Há um duplo viés na abordagem jurídica, a saber, a análise, reflexão e decisão sobre questões de fato e de direito. Com isso, sobre o acoplamento dos fatos às hipóteses legais, surge um amplo espectro de cognição, em que as capacidades humanas serão colocadas à prova, enquanto o normativo demanda um contexto de aplicação em que as imposições dos tribunais superiores, via súmula vinculante e recursos repetitivos, promove uma nova função dos julgadores. Deixam de ser aplicadores da lei para se tornarem representantes da compreensão já tomada. Guardadas as devidas proporções, magistrados se tornam franquia das decisões. As franquias, por exemplo, McDonald's, não têm espaço para criação de produtos, que devem obedecer, expressamente, o modo de produção e o conteúdo indicado pela matriz. O efeito disso é a perda do trabalho humano de criação e adaptação, para se tornar meramente reprodutivo — sem falar no quanto esse formato incita e favorece os mecanismos de percepção e sistemas não ditos de julgamento (heurísticas, vieses, dissonância cognitiva, viés retrospectivo, efeito Halo, mecanismo de satisfatoriedade e limites da racionalidade). A função da magistratura, então, perde-se em verificação da acomodação dos fatos ao entendimento já indicado e, nisso, perde-se o trabalho vivo, com a queda da imagem que o julgador tinha dele mesmo; ainda, sob efeito daqueles mecanismos, as nuances e dramas dos casos em particular podem não ser percebidos.

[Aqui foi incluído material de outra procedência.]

def predict_memory(shard, hops: list[LayerHop], itemsize: int, *, param_elements: int,
                   input_dim: int, feature_itemsize: int | None = None,
                   dropout: bool = True) -> int:
    """Predicted peak training memory (bytes) of one worker, from the arrays it holds.

    n = owned rows, h = halo rows, s = rows it sends (all peers), nnz = entries of its
    local Â, b = itemsize of the training dtype, P = `param_elements`; CSR index widths are
    the shard's own. Terms, following `worker.HaloOps` and `model.train_step`:
    - baseline: `BASELINE_RSS_BYTES`, the idle interpreter with numpy + scipy;
    - shard structure: owned n x 8, halo h x 8, send_idx s x 8, the two k+1 pointer arrays;
    - Â twice and a bit: the shard's float64 CSR, its owned and halo column blocks in the
      training dtype (two indptrs of n + 1), and the halo block's transpose (indptr h + 1)
      for the backward products (the owned block is symmetric and serves as its own);
      the 0/1 selection matrices that add the peers' rows back (per peer an int32 indptr
      of n + 1, and s entries of int32 index + value in all);
    - vertex data: the features n x input_dim in the training dtype, plus the stored copy
      when it is of another width (`feature_itemsize`), labels n x 8, three masks n x 1;
    - per layer, reused every epoch: the forward halo receive buffer h x fw, the forward
      send blocks s x fw, the backward halo buffer h x bw and receive blocks s x bw (x b);
    - the forward cache of the training step, per layer: input h (layers > 0), and when
      `dropout` the dropped-out input (n x d_in x b) with its boolean keep mask (n x d_in,
      kept for layers > 0, alive while applied for layer 0), Â[H] in aggregate-first order
      (n x d_in x b); the logits and their gradient, 2 x n x classes x b;
    - the backward working set (`_backward_peak`), the largest over layers of dZ, the
      layer above's dH and dT, the owned rows of Âᵀ G (n x fw), and for layers > 0 the
      input gradient dH, its dropped-out copy (which the ReLU-masked product reuses: 2 x n
      x d_in, times b) and the ReLU mask (n x d_in x 1); GAT's own instead (below);
    - parameters, Adam m and v, the per-layer gradients and their flat copy: 5 x P x b.

    Checked against a real worker's peak RSS in benchmarks/bench_survey.py (the prediction
    falls a little short: the rest is the interpreter's and the allocator's memory beyond
    the baseline and short-lived temporaries of the products, not modelled term by term).
    """
    adj = shard.adj
    return predict_memory_counts(
        shard.num_owned, shard.num_halo, int(shard.send_ptr[-1]), int(adj.nnz),
        int(np.count_nonzero(adj.indices >= shard.num_owned)),
        int(np.count_nonzero(np.diff(shard.send_ptr))), shard.workers, hops, itemsize,
        param_elements=param_elements, input_dim=input_dim,
        feature_itemsize=feature_itemsize, dropout=dropout,
        index_itemsizes=(adj.indptr.dtype.itemsize, adj.indices.dtype.itemsize),
        value_itemsize=adj.data.dtype.itemsize)
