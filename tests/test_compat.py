"""shardtrain.compat: each shim against its public scipy/numpy equivalent (reference:
scipy.sparse's public CSR @ dense product and numpy's elementwise multiply), on both the
private kernel and the public fallback, and the import-time check that picks between them."""
from __future__ import annotations

import importlib
import logging
import logging.handlers
import types
import warnings

import numpy as np
import pytest
import scipy.sparse
import scipy.sparse as sp
from scipy.sparse import _sparsetools

from shardtrain import compat

DTYPES = [np.float32, np.float64]


@pytest.fixture(params=["kernel", "fallback"])
def path(request, monkeypatch):
    """Run a test on scipy's private kernels, then on the public path."""
    assert compat._csr_matvecs is not None and compat._csr_scale_rows is not None, \
        f"this scipy should have both kernels: {compat.FALLBACKS}"
    if request.param == "fallback":
        monkeypatch.setattr(compat, "_csr_matvecs", None)
        monkeypatch.setattr(compat, "_csr_scale_rows", None)
    return request.param


def _matrix(m, n, dtype, seed, density=0.05):
    a = sp.random(m, n, density=density, format="csr", random_state=seed, dtype=dtype)
    a.sort_indices()
    return a


@pytest.mark.parametrize("dtype", DTYPES)
def test_add_csr_product_on_integers_is_exact(dtype, path):
    # Reference: y0 + a @ x (scipy public product); integer values are exact in any order.
    rng = np.random.default_rng(1)
    a = _matrix(40, 30, dtype, 2)
    a.data = rng.integers(-4, 5, a.nnz).astype(dtype)
    x = rng.integers(-4, 5, (30, 6)).astype(dtype)
    y0 = rng.integers(-4, 5, (40, 6)).astype(dtype)
    y = y0.copy()
    compat.add_csr_product(a, x, y)
    assert y.dtype == dtype and y.tobytes() == (y0 + a @ x).tobytes()


@pytest.mark.parametrize("dtype", DTYPES)
def test_add_csr_product_into_zeros_gives_the_public_bits(dtype, path):
    # Reference: a @ x (scipy public product), bit for bit when starting from zeros.
    a = _matrix(200, 150, dtype, 3)
    x = np.random.default_rng(4).standard_normal((150, 5)).astype(dtype)
    y = np.zeros((200, 5), dtype=dtype)
    compat.add_csr_product(a, x, y)
    assert y.tobytes() == (a @ x).tobytes()


@pytest.mark.parametrize("shape", [(0, 5), (5, 0), (0, 0), (4, 3)])
def test_add_csr_product_empty(shape, path):
    # Reference: a @ x (scipy public product) on empty and all-zero matrices, width 0 too.
    a = sp.csr_matrix(shape, dtype=np.float64)
    for width in (0, 3):
        x = np.ones((shape[1], width))
        y = np.full((shape[0], width), 2.0)
        compat.add_csr_product(a, x, y)
        assert y.tobytes() == (np.full((shape[0], width), 2.0) + a @ x).tobytes()


@pytest.mark.parametrize("dtype", DTYPES)
def test_add_csr_product_non_contiguous(dtype, path):
    # Reference: y0 + a @ x (scipy public product) with strided x and strided out: a
    # strided out must be written in place, not into a copy.
    rng = np.random.default_rng(5)
    a = _matrix(60, 50, dtype, 6)
    a.data = rng.integers(-3, 4, a.nnz).astype(dtype)
    xbig = rng.integers(-3, 4, (50, 8)).astype(dtype)
    x = xbig[:, ::2]
    ybig = rng.integers(-3, 4, (60, 8)).astype(dtype)
    y = ybig[:, 1::2]
    want = y + a @ x
    compat.add_csr_product(a, x, y)
    assert not y.flags.c_contiguous and np.array_equal(ybig[:, 1::2], want)
    yt = rng.integers(-3, 4, (4, 60)).astype(dtype).T          # Fortran-ordered out
    want = yt + a @ x
    compat.add_csr_product(a, x, yt)
    assert np.array_equal(yt, want)


def test_add_csr_product_mixed_dtypes_use_the_public_rules(path):
    # Reference: y += a @ x under numpy's casting rules (float32 matrix, float64 rows).
    a = _matrix(30, 20, np.float32, 7)
    x = np.random.default_rng(8).standard_normal((20, 3))
    y = np.zeros((30, 3))
    compat.add_csr_product(a, x, y)
    assert y.tobytes() == (np.zeros((30, 3)) + a @ x).tobytes()


@pytest.mark.parametrize("dtype", DTYPES)
def test_scale_csr_rows_equals_elementwise_multiply(dtype, path):
    # Reference: numpy's a.data * factor repeated per row (one multiply per entry: same bits).
    a = _matrix(80, 60, dtype, 9, density=0.1)
    factor = np.random.default_rng(10).standard_normal(80).astype(dtype)
    want = a.data * np.repeat(factor, np.diff(a.indptr))
    compat.scale_csr_rows(a, factor)
    assert a.data.dtype == dtype and a.data.tobytes() == want.tobytes()


def test_scale_csr_rows_empty_and_strided_factor(path):
    # Reference: numpy's elementwise multiply; an empty matrix stays empty.
    a = sp.csr_matrix((0, 4))
    compat.scale_csr_rows(a, np.empty(0))
    assert a.nnz == 0
    a = _matrix(10, 10, np.float64, 11, density=0.3)
    factor = np.arange(20, dtype=np.float64)[::2]
    want = a.data * np.repeat(factor, np.diff(a.indptr))
    compat.scale_csr_rows(a, factor)
    assert a.data.tobytes() == want.tobytes()
    with pytest.raises(ValueError, match="factor"):
        compat.scale_csr_rows(a, np.ones(3))


def _reload(monkeypatch, **replace):
    """compat imported afresh against a stand-in for scipy.sparse._sparsetools whose named
    symbols are replaced (None: removed); scipy's own modules keep the real one, so the
    public product still works."""
    fake = types.ModuleType("scipy.sparse._sparsetools")
    for name in ("csr_matvecs", "csr_scale_rows"):
        value = replace.get(name, getattr(_sparsetools, name))
        if value is not None:
            setattr(fake, name, value)
    monkeypatch.setattr(scipy.sparse, "_sparsetools", fake)
    with warnings.catch_warnings(record=True) as caught:
        warnings.simplefilter("always")
        fresh = importlib.reload(compat)
    return fresh, [w for w in caught if issubclass(w.category, fresh.CompatWarning)]


@pytest.fixture
def restore_compat(monkeypatch):
    yield
    monkeypatch.undo()               # the real _sparsetools first, then
    importlib.reload(compat)         # the real kernels again for the rest of the suite
    assert compat.FALLBACKS == {}


def _changed_signature(*args):       # a kernel that grew a parameter
    raise TypeError("expected 9 arguments, got 8")


def _wrong_result(*args):            # a kernel whose meaning changed: does nothing
    return None


@pytest.mark.parametrize("replacement", [None, _changed_signature, _wrong_result],
                         ids=["missing", "changed-signature", "changed-result"])
def test_import_check_falls_back_and_says_so_once(replacement, monkeypatch, restore_compat):
    # Reference: the public product and multiply, as above, after the fallback is chosen.
    fresh, said = _reload(monkeypatch, csr_matvecs=replacement, csr_scale_rows=replacement)
    assert fresh._csr_matvecs is None and fresh._csr_scale_rows is None
    assert set(fresh.FALLBACKS) == {"add_csr_product", "scale_csr_rows"}
    assert len(said) == 2 and all("public path" in str(w.message) for w in said)
    a = _matrix(50, 40, np.float64, 12)
    x = np.random.default_rng(13).standard_normal((40, 4))
    y = np.zeros((50, 4))
    fresh.add_csr_product(a, x, y)
    assert y.tobytes() == (a @ x).tobytes()
    factor = np.random.default_rng(14).standard_normal(50)
    want = a.data * np.repeat(factor, np.diff(a.indptr))
    fresh.scale_csr_rows(a, factor)
    assert a.data.tobytes() == want.tobytes()


def test_import_check_keeps_working_kernels_silently(monkeypatch, restore_compat):
    # Reference: the check itself; the real kernels pass it without a warning.
    fresh, said = _reload(monkeypatch)
    assert fresh.FALLBACKS == {} and said == []
    assert fresh._csr_matvecs is _sparsetools.csr_matvecs
    assert fresh._csr_scale_rows is _sparsetools.csr_scale_rows


def _grid_csr(side):
    import networkx as nx

    a = nx.to_scipy_sparse_array(nx.grid_2d_graph(side, side), format="csr")
    a.sort_indices()
    return a.indptr.astype(np.int64), a.indices.astype(np.int64)


@pytest.mark.parametrize("recursive", [False, True])
def test_metis_part_graph_with_one_weight_equals_pymetis(recursive):
    # Reference: pymetis's public part_graph (same options) on a networkx 12x12 grid.
    import pymetis

    xadj, adjncy = _grid_csr(12)
    w = 1 + np.arange(144, dtype=np.int64) % 3
    got = compat.metis_part_graph(xadj, adjncy, 4, w, 1, recursive=recursive, seed=3,
                                  ufactor=30, niter=10)
    want = pymetis.part_graph(4, adjacency=pymetis.CSRAdjacency(xadj, adjncy), vweights=w,
                              recursive=recursive,
                              options=pymetis.Options(ufactor=30, seed=3, niter=10))
    assert got.dtype == np.int64 and np.array_equal(got, want.vertex_part)


@pytest.fixture
def fresh_metis():
    compat._metis_library.cache_clear()
    yield
    compat._metis_library.cache_clear()


def test_metis_check_refuses_a_library_that_disagrees(monkeypatch, fresh_metis):
    # Reference: pymetis's part_graph, made to disagree: the check must notice it.
    import pymetis

    class Wrong:
        vertex_part = [0, 1, 0, 1, 0, 1]

    monkeypatch.setattr(pymetis, "part_graph", lambda *a, **kw: Wrong())
    xadj, adjncy = _grid_csr(3)
    with pytest.raises(compat.RunError, match="disagrees with its own part_graph"):
        compat.metis_part_graph(xadj, adjncy, 2, None, 1, recursive=False, seed=0,
                                ufactor=30, niter=10)


def test_metis_check_names_a_missing_private_module(monkeypatch, fresh_metis):
    # Reference: none needed: a pymetis without _internal is one RunError line, no traceback.
    import sys

    monkeypatch.setitem(sys.modules, "pymetis._internal", None)   # import then fails
    xadj, adjncy = _grid_csr(3)
    with pytest.raises(compat.RunError, match="does not expose the METIS C library"):
        compat.metis_part_graph(xadj, adjncy, 2, None, 1, recursive=False, seed=0,
                                ufactor=30, niter=10)


class _Collect(logging.Handler):
    def __init__(self):
        super().__init__()
        self.got = []

    def emit(self, record):
        self.got.append(record.getMessage())


def _through_receiver(receiver, ctx):
    """Messages a child-side QueueHandler put on the receiver's queue, as handed over."""
    assert type(receiver.queue) is type(ctx.Queue())          # made in the run's context
    child_side = logging.getLogger("shardtrain.test_compat.child")
    child_side.propagate = False
    handler = logging.handlers.QueueHandler(receiver.queue)
    child_side.addHandler(handler)
    try:
        for i in range(3):
            child_side.warning("depot %d", i)
    finally:
        child_side.removeHandler(handler)
        receiver.close()                                      # handles what is queued


def test_worker_log_receiver_hands_records_over_in_order():
    # Reference: the standard library's QueueHandler on the sending side (common practice).
    import multiprocessing

    ctx = multiprocessing.get_context("spawn")
    sink = _Collect()
    receiver = compat.worker_log_receiver(ctx, sink, "test-logs")
    assert "worker_log_receiver" not in compat.FALLBACKS
    assert isinstance(receiver, logging.Handler)               # multiprocessing-logging's
    _through_receiver(receiver, ctx)
    assert sink.got == ["depot 0", "depot 1", "depot 2"]


def test_worker_log_receiver_falls_back_when_the_library_changes(monkeypatch):
    # Reference: logging.handlers.QueueListener, the standard library's receiver.
    import multiprocessing

    import multiprocessing_logging

    class Changed(logging.Handler):          # a release whose __init__ keeps its own queue
        def __init__(self, name, sub_handler=None):
            super().__init__()
            self._own = multiprocessing.Queue(-1)

    monkeypatch.setattr(multiprocessing_logging, "MultiProcessingHandler", Changed)
    monkeypatch.delitem(compat.FALLBACKS, "worker_log_receiver", raising=False)
    ctx = multiprocessing.get_context("spawn")
    sink = _Collect()
    with pytest.warns(compat.CompatWarning, match="QueueListener"):
        receiver = compat.worker_log_receiver(ctx, sink, "test-logs")
    assert isinstance(receiver, compat._StdlibReceiver)
    _through_receiver(receiver, ctx)
    assert sink.got == ["depot 0", "depot 1", "depot 2"]
    monkeypatch.delitem(compat.FALLBACKS, "worker_log_receiver")
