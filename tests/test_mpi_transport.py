"""The MPI transport under a real `mpiexec -n 2` and `-n 3`: same data, same byte counts as
the pipes transport for the same pattern, deadlines and bad frames named.

The test starts mpiexec on this very file; `python tests/test_mpi_transport.py MODE OUTDIR`
is the per-rank program.
"""
from __future__ import annotations

import os
import shutil
import subprocess
import sys
import threading
import time
from pathlib import Path

import msgpack
import numpy as np
import pytest

from shardtrain.transport.meter import Profile
from shardtrain.transport.pipes import PipeTransport, make_pipe_mesh, ring_pairs

pytestmark = pytest.mark.mpi      # every test here starts mpiexec

ROWS, WIDTH = 20_000, 3          # 480 kB float64 frames: past MPI's small-message path
SUM_SIZES = (100_003, 2)         # an odd size, and one below the rank count


def _payload(p, q, epoch, dtype):
    base = np.arange((ROWS + p + 2 * q) * WIDTH, dtype=np.float64).reshape(-1, WIDTH)
    return (base * (p + 1) - q + epoch).astype(dtype)


def _sum_input(rank, size, dtype):
    return np.random.default_rng(rank * 7 + size).standard_normal(size).astype(dtype)


def pattern(transports, rank, k) -> dict:
    """Exchange with every peer both ways, then sum vectors: the same on any transport.

    `transports` is a list; the all-reduces cycle through it (MPI runs its own all-reduce and
    the ring over point-to-point)."""
    t = transports[0]
    peers = [q for q in range(k) if q != rank]
    ok = True
    for epoch, direction, dtype in ((0, "forward", np.float32), (0, "backward", np.float64)):
        inc = {q: np.empty(_payload(q, rank, epoch, dtype).shape, dtype) for q in peers}
        t.exchange({q: _payload(rank, q, epoch, dtype) for q in peers}, inc, kind="halo",
                   epoch=epoch, layer=1, direction=direction)
        ok &= all(np.array_equal(inc[q], _payload(q, rank, epoch, dtype)) for q in peers)
    sums = []
    for i, size in enumerate(SUM_SIZES * 2):
        for dtype in (np.float32, np.float64):
            buf = _sum_input(rank, size, dtype)
            transports[i % len(transports)].allreduce_sum(buf, epoch=1)
            sums.append(buf.tobytes())
    return {"ok": bool(ok), "sums": sums}


def _expected_sums(k):
    out = []
    for size in SUM_SIZES * 2:
        for dtype in (np.float32, np.float64):
            out.append((dtype, np.sum([_sum_input(r, size, dtype).astype(np.float64)
                                       for r in range(k)], axis=0)))
    return out


def _pipes_run(k):
    """The same pattern over pipes, one thread per rank (the poll loop releases the GIL)."""
    ends = make_pipe_mesh(k, {(p, q) for p in range(k) for q in range(p + 1, k)} | ring_pairs(k))
    results = {}

    def run(r):
        prof = Profile(r)
        t = PipeTransport(r, k, ends[r], prof, timeout_s=30)
        results[r] = {**pattern([t], r, k), "profile": prof.to_dict()}
        t.close()
    threads = [threading.Thread(target=run, args=(r,)) for r in range(k)]
    for th in threads:
        th.start()
    for th in threads:
        th.join(60)
    return [results[r] for r in range(k)]


def _mpiexec():
    exe = shutil.which("mpiexec", path=os.pathsep.join([os.path.dirname(sys.executable),
                                                        os.environ.get("PATH", "")]))
    try:
        import mpi4py  # noqa: F401
    except ImportError:
        pytest.skip("mpi4py is not installed (pip install -e '.[mpi]')")
    if exe is None:
        pytest.skip("mpiexec not found (the mpich wheel of the 'mpi' extra provides it)")
    return exe


def _launch(n, mode, out: Path, timeout=60):
    env = {**os.environ, "OPENBLAS_NUM_THREADS": "1", "OMP_NUM_THREADS": "1"}
    t0 = time.perf_counter()
    proc = subprocess.run([_mpiexec(), "-n", str(n), sys.executable, __file__, mode, str(out)],
                          capture_output=True, text=True, timeout=timeout, env=env)
    return proc, time.perf_counter() - t0


def _rows(profile):
    return sorted(tuple(r.values()) for r in profile["bytes"])


@pytest.mark.parametrize("k", [2, 3])
def test_mpi_equals_pipes_in_data_and_byte_counts(k, tmp_path):
    proc, _ = _launch(k, "pattern", tmp_path)
    assert proc.returncode == 0, proc.stderr[-2000:]
    mpi = [msgpack.unpackb((tmp_path / f"rank{r}.msgpack").read_bytes()) for r in range(k)]
    pipes = _pipes_run(k)
    for r in range(k):
        assert mpi[r]["ok"] and pipes[r]["ok"]
        # Every (src, dst, kind, layer, direction) row, payload AND framing, as over pipes.
        assert _rows(mpi[r]["profile"]) == _rows(pipes[r]["profile"])
    for i, (dtype, exact) in enumerate(_expected_sums(k)):
        # Reference: numpy's sum of the inputs; identical bits on every rank.
        for res in (mpi, pipes):
            got = [np.frombuffer(x["sums"][i], dtype) for x in res]
            assert all(g.tobytes() == got[0].tobytes() for g in got)
            tol = 1e-5 if dtype == np.float32 else 1e-12
            np.testing.assert_allclose(got[0], exact, rtol=tol, atol=tol)


@pytest.mark.parametrize("mode,message", [
    ("silent", r"timed out after 1 s waiting for worker 1 \(halo forward, layer 0, epoch 0\)"),
    ("wrong", r"frame from worker 1: expected epoch 0, got 9"),
])
def test_mpi_failures_are_named_and_abort_the_job(mode, message, tmp_path):
    proc, elapsed = _launch(2, mode, tmp_path)
    assert proc.returncode != 0
    assert elapsed < 30
    import re
    assert re.search(message, (tmp_path / "error.txt").read_text())


# --- the per-rank program -------------------------------------------------------------------

def _child(mode: str, out: Path) -> None:
    from mpi4py import MPI

    from shardtrain.errors import RunError
    from shardtrain.transport.mpi import MpiTransport

    comm = MPI.COMM_WORLD
    rank, k = comm.Get_rank(), comm.Get_size()
    prof = Profile(rank)
    t = MpiTransport(comm, prof, timeout_s=1 if mode != "pattern" else 30)
    if mode == "pattern":
        ring = MpiTransport(comm, prof, timeout_s=30, allreduce="ring")
        result = pattern([t, ring], rank, k)
        (out / f"rank{rank}.msgpack").write_bytes(
            msgpack.packb({**result, "profile": prof.to_dict()}))
        return
    try:
        if rank == 0:
            t.exchange({}, {1: np.empty(4)}, kind="halo", epoch=0, layer=0, direction="forward")
        elif mode == "wrong":
            t.exchange({0: np.zeros(4)}, {}, kind="halo", epoch=9, layer=0, direction="forward")
        comm.Barrier()                         # rank 1 waits here until rank 0 aborts
    except RunError as exc:
        (out / "error.txt").write_text(str(exc))
        t.abort(3)


if __name__ == "__main__":
    _child(sys.argv[1], Path(sys.argv[2]))
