def _survey_with_memory():
    model = model_doc([(8, 4), (4, 2)])
    plans = []
    for k, mem in ((1, 900), (2, 500), (4, 300)):
        rows = np.full((k, k), 20) - 20 * np.eye(k, dtype=int)
        p = hand_plan(rows, owned=[1000 // k] * k, local_edges=[4000 // k] * k, params=40)
        for s in p["shards"]:
            s["memory_bytes"] = mem << 20
        plans.append(p)
    return {"model": model, "plans": plans, "graph": {"vertices": 1000, "edges": 2000}}


def test_plans_that_do_not_fit_are_marked_and_never_chosen():
    survey = _survey_with_memory()
    small = _spec(name="small", memory_gib=400 / 1024, price_per_hour=1.0)   # 400 MiB
    big = _spec(name="big", memory_gib=2.0, price_per_hour=3.0)
    none = _spec(name="none", memory_gib=0.1, price_per_hour=1.0)
    out = fc.forecast_on_specs(survey, [small, big, none], calibration=FAST,
                               target_epoch_s=100.0)
    fits = {(p["spec"], p["workers"]): p["fits_memory"] for p in out["plans"]}
    assert fits == {("small", 1): False, ("small", 2): False, ("small", 4): True,
                    ("big", 1): True, ("big", 2): True, ("big", 4): True,
                    ("none", 1): False, ("none", 2): False, ("none", 4): False}
    answer = {s["spec"]: s for s in out["per_spec"]}
    assert answer["small"]["fewest_meeting_target"]["workers"] == 4   # 1 and 2 do not fit
    assert answer["big"]["fewest_meeting_target"]["workers"] == 1
    assert answer["none"]["fewest_meeting_target"] is None and answer["none"]["fastest"] is None
    for p in out["plans"]:
        if p["fits_memory"] is False:
            assert not (p["fastest"] or p["fewest_meeting_target"]
                        or p["cheapest_meeting_target"])
    big1 = next(p for p in out["plans"] if (p["spec"], p["workers"]) == ("big", 1))
    assert big1["price_per_epoch"] == pytest.approx(3.0 * big1["epoch_s"] / 3600)
    cheapest = out["cheapest_meeting_target"]
    priced = [p for p in out["plans"] if p["meets_target"]]
    assert cheapest["price_per_epoch"] == min(p["price_per_epoch"] for p in priced)
    documents.validate(json.loads(json.dumps(out)), "forecast", "f.json")
    # an accelerator's memory is the limit when the spec has one
    from shardtrain.forecast.specs import Accelerator
    card = _spec(name="card", memory_gib=64.0, accelerator=Accelerator(
        memory_gib=0.25, memory_bandwidth_gbs=500.0, peak_gflops=1e4, host_link_gbs=10.0))
    out = fc.forecast_on_specs(survey, [card], calibration=FAST, target_epoch_s=None)
    assert [p["fits_memory"] for p in out["plans"]] == [False, False, False]


# ---------------------------------------------------------------- spec files

GOOD = {"name": "a", "cores": 2, "memory_gib": 8, "memory_bandwidth_gbs": 20.5,
        "peak_gflops": 100, "network_gbps": 10, "latency_us": 25}


def test_spec_files_toml_and_json(tmp_path):
    (tmp_path / "one.json").write_text(json.dumps(GOOD))
    (tmp_path / "two.json").write_text(json.dumps([GOOD, dict(GOOD, name="b",
                                                               price_per_hour=0.5)]))
    (tmp_path / "w.toml").write_text(
        '[[worker]]\nname = "a"\ncores = 2\nmemory_gib = 8\nmemory_bandwidth_gbs = 20.5\n'
        'peak_gflops = 100\nnetwork_gbps = 10\nlatency_us = 25\n'
        '[worker.efficiency]\nsparse = 0.3\n'
        '[worker.accelerator]\nmemory_gib = 16\nmemory_bandwidth_gbs = 800\n'
        'peak_gflops = 2e4\nhost_link_gbs = 25\n')
    one = read_specs(tmp_path / "one.json")
    assert one == [WorkerSpec("a", 2, 8.0, 20.5, 100.0, 10.0, 25.0)]
    two = read_specs(tmp_path / "two.json")
    assert [s.price_per_hour for s in two] == [None, 0.5]
    (w,) = read_specs(tmp_path / "w.toml")
    assert w.efficiency == {"sparse": 0.3} and w.accelerator.host_link_gbs == 25.0
    assert w.memory_limit_bytes() == 16 << 30
    from pathlib import Path
    example = Path(__file__).resolve().parent.parent / "examples" / "worker-specs.toml"
    assert len(read_specs(example)) >= 3


BAD = [
    ({k: v for k, v in GOOD.items() if k != "peak_gflops"}, "peak_gflops: missing"),
    (dict(GOOD, memory_bandwidth_gbs=-5), "memory_bandwidth_gbs: must be a finite number"),
    (dict(GOOD, network_gbps=0), "network_gbps: must be a finite number above 0"),
    (dict(GOOD, colour="red"), "colour: unknown key"),
    (dict(GOOD, cores=2.5), "cores: must be an integer"),
    (dict(GOOD, cores="two"), "cores: must be an integer"),
    (dict(GOOD, latency_us=True), "latency_us: must be a number"),
    (dict(GOOD, efficiency={"fft": 0.5}), "efficiency.fft: unknown kernel class"),
    (dict(GOOD, accelerator={"memory_gib": 8}), "accelerator.memory_bandwidth_gbs: missing"),
    (dict(GOOD, accelerator=dict(memory_gib=8, memory_bandwidth_gbs=1, peak_gflops=1,
                                 host_link_gbs=-1)), "accelerator.host_link_gbs: must be"),
]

De outro lado, surgem novos desafios, como o overruling e o distinguishing, cuja tropicalização adequada demanda compreender a importância da teoria do caso, isto é, diferentemente do modelo continental de abordagem, demanda-se que se construa de baixo para cima e não de cima para baixo. O que pode parecer um simples jogo de palavras modifica substancialmente a maneira com que se articula a narrativa fática e o resultado. Ademais, diante do acolhimento pelo novo Código de Processo Civil de institutos que valorizam o contraditório, a não surpresa e a construção participativa da hipótese em julgamento, o esforço cognitivo do julgador é ampliado. Isso porque construir casos exige cada vez mais tempo, atenção cognitiva e disposição dialética, que, contudo, contracenam com a demanda por resultados. Daí que um mecanismo de abordagem possibilitando uma leitura possível atenta às nuances e aos fatores limitadores da racionalidade deve ser construído.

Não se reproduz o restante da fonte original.